The mist energy setup generally means dungeon runs are limited to about one per day, which can last about 1-2 hours depending on your party members and just how many floors you intend to go through. You can use CE to gain additional playthroughs if you want, but obviously you have to pay for this with money or ingame crowns. Still, given how addicting the game can be then maybe the limit is a good thing for our health.

Having said that, Three Rings have recently added a PvP element. It’s more minigames than actually fighting each other in the regular manner but it is a fun time killer and you spend crowns to play instead of energy. Blast Network is where you plant instant charge bombs that explode in cross shapes to try and defeat other players. Yes, it’s pretty much Bomberman but it is still a lot of fun.
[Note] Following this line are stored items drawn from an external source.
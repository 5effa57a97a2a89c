import type { Channel, RecordKind, SiteSheet, Trip } from '../../core/contract/index.ts'
import type { Evidence, Kept } from '../../core/timeline/evidence.ts'
import { joinSeries, type Series } from '../../core/timeline/series.ts'
import type { ChannelExtent, SiteRecord, StoredRecord, StoreReader } from '../store/port.ts'
import { MAX_READINGS_LOADED, MAX_SPAN_MS, TooMuch } from './limits.ts'

const PAGE = 1_000
const HOUR_MS = 3_600_000

/** What findings are asked of: a device of a site, over a span whose ends may be left to the data. */
export interface Question {
  readonly site: SiteRecord
  readonly rcd: string
  readonly from: number | null
  readonly to: number | null
}

/**
 * All that is known of a device over a span, as findings take it. Ends that were left open follow from the data, never from the clock: from the first
 * reading or trip until just after the last reading or record.
 * @throws {TooMuch} when the span is too long or holds more readings than one analysis may load
 */
export async function loadEvidence(reader: StoreReader, { site, rcd, from, to }: Question): Promise<Evidence> {
  const [trips, switchings, timetables, tests, remedies, extents] = await Promise.all([
    all(reader, site.id, 'trip'),
    all(reader, site.id, 'switching'),
    all(reader, site.id, 'timetable'),
    all(reader, site.id, 'test'),
    all(reader, site.id, 'remedy'),
    reader.extents(site.id),
  ])
  const ends = spanOf(
    extents,
    trips,
    [...switchings, ...tests, ...remedies].map(({ at }) => at),
    site.createdAt,
  )
  const until = to ?? (from === null ? ends.to : Math.max(ends.to, from + HOUR_MS))
  const since = from ?? Math.max(Math.min(ends.from, until - HOUR_MS), until - MAX_SPAN_MS)
  if (until - since > MAX_SPAN_MS) throw new TooMuch('The span is longer than ten years; ask for less.')
  const series = await loadSeries(reader, site, rcd, extents, since, until)
  return { sheet: site.sheet, rcd, from: since, to: until, series, trips, switchings, timetables, tests, remedies }
}

async function all<K extends RecordKind>(
  reader: StoreReader,
  site: string,
  kind: K,
): Promise<Kept<StoredRecord<K>['body']>[]> {
  const kept: Kept<StoredRecord<K>['body']>[] = []
  let after: string | undefined
  do {
    const page = await reader.records(site, kind, { after, limit: PAGE })
    for (const { id, body } of page.items) kept.push({ ...body, id })
    after = page.next ?? undefined
  } while (after !== undefined)
  return kept
}

function spanOf(
  extents: readonly ChannelExtent[],
  trips: readonly Trip[],
  others: readonly number[],
  createdAt: number,
): { readonly from: number; readonly to: number } {
  const tripTimes = trips.flatMap((trip) => [trip.at, trip.after, trip.before, trip.restoredAt]).filter(isNumber)
  const watched = [...extents.flatMap(({ first, last }) => [first, last]), ...tripTimes]
  const from = least(watched.length > 0 ? watched : others)
  const to = greatest([...watched, ...others])
  if (from === undefined || to === undefined) return { from: createdAt - HOUR_MS, to: createdAt }
  // Half-open, and on a whole second, so that the last reading lies inside.
  return { from, to: Math.floor(to / 1_000) * 1_000 + 1_000 }
}

function isNumber(value: number | undefined): value is number {
  return value !== undefined
}

function least(values: readonly number[]): number | undefined {
  return values.length === 0 ? undefined : values.reduce((a, b) => Math.min(a, b))
}

function greatest(values: readonly number[]): number | undefined {
  return values.length === 0 ? undefined : values.reduce((a, b) => Math.max(a, b))
}

async function loadSeries(
  reader: StoreReader,
  site: SiteRecord,
  rcd: string,
  extents: readonly ChannelExtent[],
  from: number,
  to: number,
): Promise<ReadonlyMap<string, Series>> {
  const held = new Set(extents.map(({ channel }) => channel))
  const series = new Map<string, Series>()
  let room = MAX_READINGS_LOADED
  for (const { ref } of channelsOf(site.sheet, rcd)) {
    if (!held.has(ref)) continue
    const pieces: Series[] = []
    for await (const piece of reader.readingPieces(site.id, ref, from, to)) {
      room -= piece.t.length
      if (room < 0) {
        throw new TooMuch(`The span holds more than ${MAX_READINGS_LOADED} readings; ask for a shorter one.`)
      }
      pieces.push(piece)
    }
    if (pieces.length > 0) series.set(ref, joinSeries(pieces))
  }
  return series
}

/** The channels that say something about a device: its own, those of its circuits and loads, and those of the site. */
function channelsOf(sheet: SiteSheet, rcd: string): Channel[] {
  const circuits = sheet.rcds.find(({ ref }) => ref === rcd)?.circuits ?? []
  const circuitRefs = new Set(circuits.map(({ ref }) => ref))
  const loadRefs = new Set(circuits.flatMap(({ loads }) => loads.map(({ ref }) => ref)))
  return sheet.channels.filter((channel) => {
    if (channel.rcd !== undefined) return channel.rcd === rcd
    if (channel.circuit !== undefined) return circuitRefs.has(channel.circuit)
    if (channel.load !== undefined) return loadRefs.has(channel.load)
    return true
  })
}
Lockdown is the more straightforward versus style where teams of players aim to capture control points and defeat the other team. A number of different levels are in there and you can equip yourself however you like (if you have the items in the first place). Rewards can be earned here too, like the top 1-2 players (depending on the number of participants) earning crowns back and Krogmo Coins as well (for playing and for winning), which can be exchanged for some exclusive items and recipes.

Spiral Knights does suffer from some lag issues at times though. It’s not a crippling problem but there are times when you’ll have brief freezes and then suddenly be across the other side of the room or in Blast Network where the game doesn’t quite seem to receive the command of legging it away from a blast quick enough. A few other areas like Shadow Lairs and Ironclaw Munitions Factory also seem to run a bit slow; not to the point of dragging but it seems things like shielding don’t respond as quickly.

Despite that though, Spiral Knights has successfully eaten up so much of my time that I cannot give the game anything but a high score. It loses out on some points due to the lag issues and that it isn't that accessible to begin with due to the energy system, but with plenty to do, an excellent item system, solid party system and a setup that lets you experience almost everything with some patience without spending a penny then I can’t recommend this game enough.